The Nando’s CEO has apologised over a ‘racist’ painting in a newly-opened restaurant. A ‘horrified’ customer spotted the ‘disturbing’ artwork, showing four black people in tatty clothing standing inside a toaster.
The painting was spotted on Wednesday hanging in the seating area at the new restaurant in Perry Barr, Birmingham. The property manager, 29, said that as a black man he found it ‘unacceptable, weird, and deeply offensive’. The customer, from South Kensington, London, said: ‘It shows four people of colour who would have been historically subject to degradation and hardship in an implement – here, a toaster – used to cook or burn bread.
‘To me, it’s akin to hanging a picture of someone in an oven or being chopped up. It’s completely dehumanising people of colour.
‘If it’s an apartheid era piece of work, it is shocking they would hang it in a South African-style food chain.’ Rather than complain at the restaurant, which had opened the day before, the customer directly messaged Nando’s UK CEO Colin Hill on Linkedin. Mr Hill apologised, saying the painting had been taken down and that the company would ‘review’ the selection process for artwork.

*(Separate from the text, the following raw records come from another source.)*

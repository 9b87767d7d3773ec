"""The dart-based plane graph: rotation system, faces, dual.

Conventions
-----------
* Edge ``e`` (an integer ``0..m-1``) has two darts: ``2e`` runs from
  ``edge_ends(e)[0]`` to ``edge_ends(e)[1]`` and ``2e + 1`` back.  ``d ^ 1`` is
  the reverse of dart ``d``.
* The rotation lists the darts leaving each vertex **counterclockwise**:
  ``next_dart(d)`` is the next dart counterclockwise around ``tail(d)``.
* Faces are traced with the face on the **left** of each dart:
  the dart after ``d`` on its face is ``prev_dart(d ^ 1)`` (arrive at the head,
  turn to the next dart clockwise).  Inner faces of a drawing are then traced
  counterclockwise and the outer face clockwise.
* Face ids ``0..F-1`` are given in order of the smallest dart on each face.
"""

from __future__ import annotations

import itertools
import math
from typing import Any, Callable, Hashable, Mapping, NamedTuple, Sequence

import networkx as nx
import numpy as np

from .._weights import check_total, check_weight, check_weight_array, weight_function
from ..errors import InputTypeError, InvalidEmbeddingError, NonPlanarError, NotInGraphError, SweepwidthError
from . import _arrays

__all__ = ["PlaneGraph", "Edge"]

class _NoEdgeData(dict):
    """The read-only empty attribute dict shared by edges without attributes (pickles to itself)."""

    __slots__ = ()

    def _refuse(self, *args: Any, **kwargs: Any) -> Any:
        raise TypeError("edge attributes are read-only; use edge_data(e), which returns a copy")

    __setitem__ = __delitem__ = update = setdefault = pop = popitem = clear = __ior__ = _refuse  # type: ignore[assignment]

    def __reduce__(self) -> tuple:
        return (_no_edge_data, ())


def _no_edge_data() -> "_NoEdgeData":
    return _NO_DATA


_NO_DATA = _NoEdgeData()


class Edge(NamedTuple):
    """An edge of a plane graph: its id, its two ends (dart ``2*id`` runs u -> v) and weight."""

    id: int
    u: Hashable
    v: Hashable
    weight: float
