@dataclass(frozen=True, eq=False)
class WidthProblem:
    """A homotopy width problem, validated once (build it with :meth:`build`).

    Attributes
    ----------
    graph : PlaneGraph
    a, b : Curve
        The walks A and B (open walks; ``a.darts[k-1]`` is ``alpha_k``).
    a_vertices, b_vertices : tuple of int
        ``a_0 .. a_p`` and ``b_0 .. b_q`` (vertex indices).
    start, end : Curve
        Start leash (``a_0 -> b_0``) and end leash (``a_p -> b_q``).
    holes : frozenset of int
    backward, spikes, simple : bool
    weight : str or None
        'weight', None or 'vertices' (see the module docstring).
    cost : tuple of float
        Length of each dart under the convention (weight or 1).
    path : HomotopyProblem
        The path-form homotopy problem used for flips and spikes on leashes.
    """

    graph: Any
    a: Curve
    b: Curve
    a_vertices: tuple
    b_vertices: tuple
    start: Curve
    end: Curve
    holes: frozenset
    backward: bool = False
    spikes: bool = True
    simple: bool = False
    weight: Any = "weight"
    cost: tuple = field(default=(), repr=False)
    tail: tuple = field(default=(), repr=False)
    head: tuple = field(default=(), repr=False)
    path: Any = field(default=None, repr=False)

    @property
    def p(self) -> int:
        return len(self.a.darts)

    @property
    def q(self) -> int:
        return len(self.b.darts)

    # ------------------------------------------------------------ building
    @classmethod
    def build(
        cls,
        P: Any,
        a: Any,
        b: Any,
        *,
        start: Any = None,
        end: Any = None,
        backward: bool = False,
        spikes: bool = True,
        simple: bool = False,
        holes: Iterable[int] | None = None,
        weight: Any = "weight",
    ) -> "WidthProblem":
        """Validate the input and build the problem.

        Raises
        ------
        InvalidCurveError
            A or B empty or not a walk of P; a leash that is not a walk or
            whose ends do not match ``a_0, b_0`` (start) or ``a_p, b_q`` (end);
            default leashes asked for when A and B are not disjoint arcs of
            the outer boundary; a non-simple leash with ``simple=True``.
        UnsupportedOptionError
            An unknown ``weight`` convention.
        SweepwidthError
            A hole that is not a face id; an option that is not a bool.

        Examples
        --------
        >>> from sweepwidth.generators import grid
        >>> P = grid(2, 3)                       # two squares side by side
        >>> W = WidthProblem.build(P, {"vertices": [(0, 0), (0, 1), (0, 2)]},
        ...                        {"vertices": [(1, 0), (1, 1), (1, 2)]})
        >>> W.length_of(W.start.darts), W.length_of(W.end.darts), W.p, W.q
        (1.0, 1.0, 2, 2)
        """
        if not hasattr(P, "face_darts") or not hasattr(P, "outer_face"):
            raise InputTypeError(f"homotopy width needs a PlaneGraph, got {type(P).__name__}")
        if weight not in WEIGHTS:
            raise UnsupportedOptionError("weight", weight, list(WEIGHTS))
        for name, val in (("backward", backward), ("spikes", spikes), ("simple", simple)):
            if not isinstance(val, bool):
                raise InvalidArgumentError(f"option {name} must be True or False, got {val!r}")
        F = P.number_of_faces()
        hole_set = hole_faces(P, holes, InvalidCurveError)
        A = _walk(P, a, "a")
        B = _walk(P, b, "b")
        m = P.number_of_edges()
        tail = tuple(P.tail_index(d) for d in range(2 * m))
        head = tuple(P.head_index(d) for d in range(2 * m))
        av = (A.vertex,) + tuple(head[d] for d in A.darts)
        bv = (B.vertex,) + tuple(head[d] for d in B.darts)
        if start is None or end is None:
            dstart, dend = default_leashes(P, A, B, tail, head)
            st = dstart if start is None else curve_from_json(P, start, closed=False, what="start leash")
            en = dend if end is None else curve_from_json(P, end, closed=False, what="end leash")
        else:
            st = curve_from_json(P, start, closed=False, what="start leash")
            en = curve_from_json(P, end, closed=False, what="end leash")
        for name, c, x, y, nx, ny in (("start leash", st, av[0], bv[0], "a_0", "b_0"),
                                      ("end leash", en, av[-1], bv[-1], "a_p", "b_q")):
            u, v = _ends(head, c)
            if u != x or v != y:
                raise InvalidCurveError(
                    f"{name} runs from {P.label(u)!r} to {P.label(v)!r}, but must run from "
                    f"{nx}={P.label(x)!r} to {ny}={P.label(y)!r}"
                )
        if weight == "weight":
            cost = tuple(float(P.weight(d >> 1)) for d in range(2 * m))
        else:
            cost = tuple(1.0 for _ in range(2 * m))
        faces = tuple(tuple(P.face_darts(f)) for f in range(F))
        dface = [0] * (2 * m)
        slot = [0] * (2 * m)
        for f, w in enumerate(faces):
            for k, d in enumerate(w):
                dface[d] = f
                slot[d] = k
        path = HomotopyProblem(P, False, st, en, hole_set, spikes, simple, False,
                               "vertices" if weight == "vertices" else "weight", None, None,
                               tail, head, cost, faces, tuple(dface), tuple(slot))
        W = cls(P, A, B, av, bv, st, en, hole_set, backward, spikes, simple, weight, cost, tail, head, path)
        if simple:
            for name, c in (("start leash", st), ("end leash", en)):
                if not W.is_simple(c.darts):
                    raise InvalidCurveError(f"simple leashes asked for, but the {name} is not a simple path")
        return W

    # ------------------------------------------------------------ queries
    def length_of(self, darts: Sequence[int]) -> float:
        """Length of a leash (dart sequence) under the problem's convention."""
        c = self.cost
        s = float(sum(c[d] for d in darts))
        return s + 1.0 if self.weight == "vertices" else s

    def is_simple(self, darts: Sequence[int]) -> bool:
        """A simple path (distinct vertices); a point is simple."""
        if not darts:
            return True
        vs = [self.tail[d] for d in darts]
        vs.append(self.head[darts[-1]])
        return len(set(vs)) == len(vs)

    def initial(self) -> WidthState:
        return WidthState(0, 0, tuple(self.start.darts), self.a_vertices[0])

    def is_final(self, s: WidthState) -> bool:
        return s.i == self.p and s.j == self.q and s.darts == tuple(self.end.darts)

    def leash_json(self, darts: Sequence[int], vertex: int) -> dict:
        v = self.tail[darts[0]] if darts else vertex
        return {"vertex": self.graph.label(v), "darts": [int(d) for d in darts]}

    def options(self) -> dict:
        """JSON-ready description of the problem (stored in result stats, read by the checker)."""
        return {
            "a": self.leash_json(self.a.darts, self.a.vertex),
            "b": self.leash_json(self.b.darts, self.b.vertex),
            "start": self.leash_json(self.start.darts, self.start.vertex),
            "end": self.leash_json(self.end.darts, self.end.vertex),
            "holes": sorted(self.holes),
            "backward": self.backward,
            "spikes": self.spikes,
            "simple": self.simple,
            "weight": self.weight,
        }

    # ------------------------------------------------------------ moves
    def step(self, s: WidthState, walk: str, to: int) -> WidthState:
        """The state after the endpoint step of ``walk`` ('a' or 'b') to index ``to``.

        Raises
        ------
        IllegalMoveError
            A step by other than one index, a backward step without
            ``backward=True``, or an index outside the walk.
        """
        if walk == "a":
            cur, top, darts = s.i, self.p, self.a.darts
        elif walk == "b":
            cur, top, darts = s.j, self.q, self.b.darts
        else:
            raise IllegalMoveError(f"a step moves walk 'a' or 'b', not {walk!r}")
        if isinstance(to, bool) or not isinstance(to, int) or not 0 <= to <= top:
            raise IllegalMoveError(f"step of walk {walk} to {to!r}, outside 0..{top}")
        if to == cur + 1:
            fwd = True
        elif to == cur - 1:
            if not self.backward:
                raise IllegalMoveError(f"walk {walk} steps back from {cur} to {to}, but backward=False")
            fwd = False
        else:
            raise IllegalMoveError(f"walk {walk} steps from {cur} to {to}: a step moves by one")
        L = s.darts
        if walk == "a":
            # dart x leaves the new a_i towards the old one; its reverse cancels
            x = darts[cur] ^ 1 if fwd else darts[to]
            new = L[1:] if (L and L[0] == x ^ 1) else (x,) + L
            i, j = to, s.j
            v = self.a_vertices[to]
        else:
            y = darts[cur] if fwd else darts[to] ^ 1
            new = L[:-1] if (L and L[-1] == y ^ 1) else L + (y,)
            i, j = s.i, to
            v = self.a_vertices[s.i]
        return WidthState(i, j, new, self.tail[new[0]] if new else v)

    def apply_move(self, s: WidthState, move: Mapping[str, Any], *, check: bool = True) -> WidthState:
        """The state after one move (flip, spike, unspike or step); see the module docstring."""
        if isinstance(move, Mapping) and move.get("op") == "step":
            return self.step(s, move.get("walk"), move.get("to"))  # type: ignore[arg-type]
        c = apply_move(self.path, Curve(s.darts, s.vertex), move, check=check)
        return WidthState(s.i, s.j, tuple(c.darts), c.vertex)
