def bfs_rank(H: HomotopyProblem, seed: int | None = None) -> list[float]:
    """Breadth-first order of the dual from the holes (random tie-breaking with a seed)."""
    import random

    rng = random.Random(seed) if seed is not None else None
    F = H.n_faces
    df = H.dart_face
    adj: list[list[int]] = [[] for _ in range(F)]
    for e in range(len(H.tail) // 2):
        a, b = df[2 * e], df[2 * e + 1]
        adj[a].append(b)
        adj[b].append(a)
    rank = [math.inf] * F
    sources = sorted(H.holes) if H.holes else [0]
    queue = deque(sources)
    k = 0
    for s in sources:
        rank[s] = -1
    while queue:
        a = queue.popleft()
        nb = list(adj[a])
        if rng is not None:
            rng.shuffle(nb)
        for b in nb:
            if rank[b] == math.inf:
                rank[b] = k
                k += 1
                queue.append(b)
    return [x if x != math.inf else F + i for i, x in enumerate(rank)]


def _spectral_ranks(H: HomotopyProblem) -> list[list[float]]:
    """Fiedler vector of the dual restricted to the non-hole faces, as two ranks (both signs)."""
    import numpy as np

    F = H.n_faces
    keep = [f for f in range(F) if f not in H.holes]
    if len(keep) < 3:
        return []
    idx = {f: i for i, f in enumerate(keep)}
    df = H.dart_face
    rows: list[int] = []
    cols: list[int] = []
    for e in range(len(H.tail) // 2):
        a, b = df[2 * e], df[2 * e + 1]
        if a != b and a in idx and b in idx:
            rows += [idx[a], idx[b]]
            cols += [idx[b], idx[a]]
    n = len(keep)
    try:
        if n <= 300:
            A = np.zeros((n, n))
            for a, b in zip(rows, cols):
                A[a, b] += 1.0
            Lap = np.diag(A.sum(axis=1)) - A
            vals, vecs = np.linalg.eigh(Lap)
            v = vecs[:, 1]
        else:
            import scipy.sparse as sp
            import scipy.sparse.linalg as sla

            A = sp.csr_matrix((np.ones(len(rows)), (rows, cols)), shape=(n, n))
            Lap = (sp.diags(np.asarray(A.sum(axis=1)).ravel()) - A).tocsc()
            vals, vecs = sla.eigsh(Lap + sp.identity(n) * 1e-9, k=2, sigma=-1e-3, which="LM")
            v = vecs[:, int(np.argsort(vals)[1])]
    except Exception:  # pragma: no cover - numerical failure: the other orders remain
        return []
    out = []
    for sgn in (1.0, -1.0):
        rank = [float(F)] * F
        for f, i in idx.items():
            rank[f] = sgn * float(v[i])
        out.append(rank)
    return out
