def replay_leashes(
    P: Any,
    witness: Mapping[str, Any],
    *,
    a: Any,
    b: Any,
    start: Any,
    end: Any,
    holes: Any = None,
    backward: bool = False,
    spikes: bool = True,
    simple: bool = False,
    weight: Any = "weight",
) -> LeashSweep:
    """Replay a leash sweep on ``P`` and return every leash along it, checking each move.

    Parameters
    ----------
    P : PlaneGraph
    witness : dict
        ``{"start": {"vertex": v, "darts": [...]}, "moves": [...]}``.
    a, b, start, end : dict
        The walks and leashes in the JSON walk form ``{"vertex": v, "darts": [...]}``.
    holes : sequence of int, optional
        Default: the outer face.
    backward, spikes, simple : bool
    weight : {'weight', None, 'vertices'}

    Returns
    -------
    LeashSweep
        The walks and the ``len(moves) + 1`` leashes; ``.width`` is the largest length.

    Raises
    ------
    WitnessError
        Naming the move (0-based) and the rule broken.

    Examples
    --------
    >>> from sweepwidth.generators import grid
    >>> from sweepwidth import homotopy_width
    >>> P = grid(2, 3)                                 # two squares side by side
    >>> r = homotopy_width(P, {"vertices": [(0, 0), (0, 1), (0, 2)]}, {"vertices": [(1, 0), (1, 1), (1, 2)]})
    >>> opts = r.stats["options"]
    >>> kw = {k: opts[k] for k in ("a", "b", "start", "end")}
    >>> sweep = replay_leashes(P, r.witness, **kw)
    >>> sweep.lengths == [x.length for x in sweep.leashes] and sweep.width
    2.0
    >>> len(sweep.leashes) == len(r.witness["moves"]) + 1
    True
    >>> replay_leashes(P, {"start": r.witness["start"], "moves": r.witness["moves"][:-1]}, **kw)
    Traceback (most recent call last):
    ...
    sweepwidth.errors.WitnessError: the sweep ends at leash [...] (indices ...), not at the end leash [8] (indices 2, 2)
    """
    if weight not in ("weight", None, "vertices"):
        raise InvalidArgumentError(f"unknown weight convention {weight!r}; valid: 'weight', None, 'vertices'")
    if not isinstance(witness, Mapping) or "start" not in witness or "moves" not in witness:
        raise WitnessError("a leash sweep witness is {'start': leash, 'moves': [...]}")
    m2 = 2 * P.number_of_edges()
    F = P.number_of_faces()
    hole_set = {P.outer_face} if holes is None else {int(h) for h in holes}
    A, a0 = _walk_darts(P, a, "walk a")
    B, b0 = _walk_darts(P, b, "walk b")
    av = [a0] + [P.head_index(d) for d in A]
    bv = [b0] + [P.head_index(d) for d in B]
    S, _ = _walk_darts(P, start, "problem start leash")
    E, _ = _walk_darts(P, end, "problem end leash")
    L, v0 = _walk_darts(P, witness["start"], "witness start")
    if L != S or (not L and v0 != av[0]):
        raise WitnessError("the witness does not start at the problem's start leash")
    i, j = 0, 0
    point = av[0]

    def check_leash(where: str) -> None:
        x = P.tail_index(L[0]) if L else point
        y = P.head_index(L[-1]) if L else point
        for k in range(len(L) - 1):
            if P.head_index(L[k]) != P.tail_index(L[k + 1]):
                raise WitnessError(f"{where}: the leash breaks between darts {k} and {k + 1}")
        if x != av[i] or y != bv[j]:
            raise WitnessError(
                f"{where}: the leash runs from {P.label(x)!r} to {P.label(y)!r}, not from "
                f"a_{i}={P.label(av[i])!r} to b_{j}={P.label(bv[j])!r}"
            )
        if simple:
            vs = [P.tail_index(d) for d in L] + ([P.head_index(L[-1])] if L else [point])
            if len(set(vs)) != len(vs):
                raise WitnessError(f"{where}: simple leashes asked for, but the leash is not a simple path")

    check_leash("witness start")
    lab = P.label

    def record(step: int, mv: Any = None, face: Any = None) -> Leash:
        return Leash(step, i, j, tuple(L), lab(av[i]), lab(bv[j]), _len(P, L, weight),
                     dict(mv) if mv is not None else None, face)

    out = [record(0)]
    for idx, mv in enumerate(list(witness["moves"])):
        where = f"move {idx}"
        if not isinstance(mv, Mapping) or "op" not in mv:
            raise WitnessError(f"{where}: not a move dict with an 'op': {mv!r}")
        op = mv["op"]
        n = len(L)
        flipped = None
        if op == "step":
            walk, to = mv.get("walk"), mv.get("to")
            if walk not in ("a", "b"):
                raise WitnessError(f"{where} (step): 'walk' must be 'a' or 'b', got {walk!r}")
            cur, top = (i, len(A)) if walk == "a" else (j, len(B))
            if isinstance(to, bool) or not isinstance(to, int) or not 0 <= to <= top:
                raise WitnessError(f"{where} (step): index {to!r} outside 0..{top}")
            if to == cur - 1 and not backward:
                raise WitnessError(f"{where} (step): walk {walk} steps back, but backward steps are not allowed")
            if abs(to - cur) != 1:
                raise WitnessError(f"{where} (step): walk {walk} jumps from {cur} to {to}")
            if walk == "a":
                # the dart from the new a-vertex to the old one
                x = A[to] if to < cur else A[cur] ^ 1
                L = L[1:] if (L and L[0] == x ^ 1) else [x] + L
                i = to
            else:
                y = B[cur] if to > cur else B[to] ^ 1
                L = L[:-1] if (L and L[-1] == y ^ 1) else L + [y]
                j = to
            point = av[i]
        else:
            pos = mv.get("pos")
            if isinstance(pos, bool) or not isinstance(pos, int) or not 0 <= pos <= n:
                raise WitnessError(f"{where} ({op}): position {pos!r} outside 0..{n}")
            here = point if not L else (P.head_index(L[-1]) if pos == n else P.tail_index(L[pos]))
            if op == "flip":
                f = mv.get("face")
                flipped = f
                if isinstance(f, bool) or not isinstance(f, int) or not 0 <= f < F:
                    raise WitnessError(f"{where} (flip): {f!r} is not a face id")
                if f in hole_set:
                    raise WitnessError(f"{where} (flip): face {f} is a hole and may not be flipped")
                k = mv.get("take")
                if isinstance(k, bool) or not isinstance(k, int) or not 0 <= k <= n - pos:
                    raise WitnessError(f"{where} (flip): takes {k!r} darts at position {pos} of a leash of {n}")
                qq = list(mv.get("put", []))
                if any(isinstance(d, bool) or not isinstance(d, int) or not 0 <= d < m2 for d in qq):
                    raise WitnessError(f"{where} (flip): 'put' holds something that is not a dart id")
                piece = L[pos:pos + k]
                if not _is_face_boundary(P, f, piece + [d ^ 1 for d in reversed(qq)]):
                    raise WitnessError(f"{where} (flip): piece {piece} and the reverse of {qq} are not the boundary of face {f}")
                if k == 0 and qq and P.tail_index(qq[0]) != here:
                    raise WitnessError(f"{where} (flip): the inserted loop does not start at the leash's vertex")
                L = L[:pos] + qq + L[pos + k:]
            elif op == "spike":
                if not spikes:
                    raise WitnessError(f"{where} (spike): spikes are not allowed")
                d = mv.get("dart")
                if isinstance(d, bool) or not isinstance(d, int) or not 0 <= d < m2:
                    raise WitnessError(f"{where} (spike): {d!r} is not a dart id")
                if P.tail_index(d) != here:
                    raise WitnessError(f"{where} (spike): dart {d} does not leave the leash's vertex at position {pos}")
                L = L[:pos] + [d, d ^ 1] + L[pos:]
            elif op == "unspike":
                if not spikes:
                    raise WitnessError(f"{where} (unspike): unspikes are not allowed")
                if pos + 2 > n or L[pos + 1] != L[pos] ^ 1:
                    raise WitnessError(f"{where} (unspike): no dart and its reverse at position {pos}")
                L = L[:pos] + L[pos + 2:]
            else:
                raise WitnessError(f"{where}: unknown op {op!r}")
        check_leash(where)
        out.append(record(idx + 1, mv, flipped))
    if i != len(A) or j != len(B) or L != E:
        raise WitnessError(
            f"the sweep ends at leash {L} (indices {i}, {j}), not at the end leash {E} (indices {len(A)}, {len(B)})"
        )
    return LeashSweep(tuple(A), tuple(B), tuple(lab(v) for v in av), tuple(lab(v) for v in bv), tuple(out),
                      frozenset(hole_set), weight)


def replay_width(P: Any, witness: Mapping[str, Any], **problem: Any) -> float:
    """Replay a leash sweep on ``P`` and return its width (the longest leash).

    The keywords are those of :func:`replay_leashes`, which does the replay.

    Raises
    ------
    WitnessError
        Naming the move (0-based) and the rule broken.

    Examples
    --------
    >>> from sweepwidth.generators import grid
    >>> from sweepwidth import homotopy_width
    >>> P = grid(2, 3)
    >>> r = homotopy_width(P, {"vertices": [(0, 0), (0, 1), (0, 2)]}, {"vertices": [(1, 0), (1, 1), (1, 2)]})
    >>> opts = r.stats["options"]
    >>> replay_width(P, r.witness, **{k: opts[k] for k in ("a", "b", "start", "end")})
    2.0
    """
    return replay_leashes(P, witness, **problem).width


_VALID = ("a", "b", "start", "end", "holes", "backward", "spikes", "simple", "weight")


def _problem_of(result: Any, obj: Any, options: dict) -> tuple[Any, dict]:
    """The plane graph and the replay keywords: ``result.stats['options']`` (or a WidthProblem's), then ``options``."""
    P = obj
    recorded: dict = dict((result.stats or {}).get("options", {}) or {})
    if hasattr(obj, "graph") and hasattr(obj, "options") and callable(obj.options):
        P = obj.graph
        recorded = dict(obj.options())
    unknown = sorted(set(options) - set(_VALID))
    if unknown:
        raise InvalidArgumentError(f"unknown checker option(s) {unknown}; valid: {', '.join(_VALID)}, tol")
    kw = {k: recorded[k] for k in _VALID if k in recorded}
    kw.update(options)
    missing = [k for k in ("a", "b", "start", "end") if kw.get(k) is None]
    if missing:
        names = " and ".join(("walk " if k in "ab" else "leash ") + repr(k) for k in missing)
        raise WitnessError(f"the width problem's {names} {'is' if len(missing) == 1 else 'are'} not recorded in the "
                           f"result's stats['options']; pass {', '.join(k + '=' for k in missing)} "
                           "(walks {'vertex': v, 'darts': [...]})")
    if result.witness is None:
        raise WitnessError(f"result ({result.status}) has no leash sweep witness to replay")
    return P, kw


def leash_sweep(result: Any, obj: Any, **options: Any) -> LeashSweep:
    """Replay the leash sweep of a homotopy width result: every leash, checked move by move.

    Parameters
    ----------
    result : Result
        A result with ``parameter='width'`` and a witness.
    obj : PlaneGraph or WidthProblem
    **options
        Override the problem recorded in ``result.stats['options']``:
        ``a``, ``b``, ``start``, ``end``, ``holes``, ``backward``, ``spikes``,
        ``simple``, ``weight``.

    Returns
    -------
    LeashSweep

    Raises
    ------
    InvalidArgumentError
        A result of another parameter.
    WitnessError
        No witness, walks or leashes neither recorded nor given (each
        named), or an illegal move.

    See Also
    --------
    check_width : the same replay, compared with ``result.upper``.

    Examples
    --------
    >>> from sweepwidth.generators import grid
    >>> from sweepwidth import homotopy_width
    >>> P = grid(2, 3)
    >>> r = homotopy_width(P, {"vertices": [(0, 0), (0, 1), (0, 2)]}, {"vertices": [(1, 0), (1, 1), (1, 2)]})
    >>> s = leash_sweep(r, P)
    >>> s.a_vertices, s.width == r.value
    (((0, 0), (0, 1), (0, 2)), True)
    """
    if getattr(result, "parameter", None) != "width":
        raise InvalidArgumentError(f"a leash sweep is the witness of a homotopy width result (parameter 'width'), "
                           f"got a {getattr(result, 'parameter', type(result).__name__)!r} result")
    P, kw = _problem_of(result, obj, dict(options))
    return replay_leashes(P, result.witness, **kw)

Mr Hill said: ‘Nandos has the largest collection of Southern African art in the world. ‘Our successful programme to support, sponsor and provide opportunities for developing artists is extensive and long-standing.’
But the customer didn’t find the ‘stock apology’ that he felt ‘didn’t take the issue seriously’ reassuring. He said: ‘It’s one thing taking it down, but it’s another thing to make it clear to shocked customers that they won’t make similar oversights in future again. He said: ‘What would I tell a child, if they saw that horrendous painting on the wall? ‘Everybody should be offended by this painting – black, white, and Asian.’
Nando’s employs around 8,000 staff in the UK and has around 300 branches in Great Britain and Northern Ireland. It claims to have the largest collection of South African art in the UK, with over 5,000 works displayed in restaurants.
A Nando’s Spokesperson said: ‘As a proudly South African brand we are the biggest collectors of Southern African Art in the world and every Nando’s restaurant displays original artworks from artists based in our homeland. ‘Often these works depict scenes from South Africa’s history or comment on the current social situations there.
‘In this instance the artist, Khaya Sineyile from the New Crossroads township in Nyanga, Cape Town, takes issue with the far reaching effects of social inequality in South Africa.’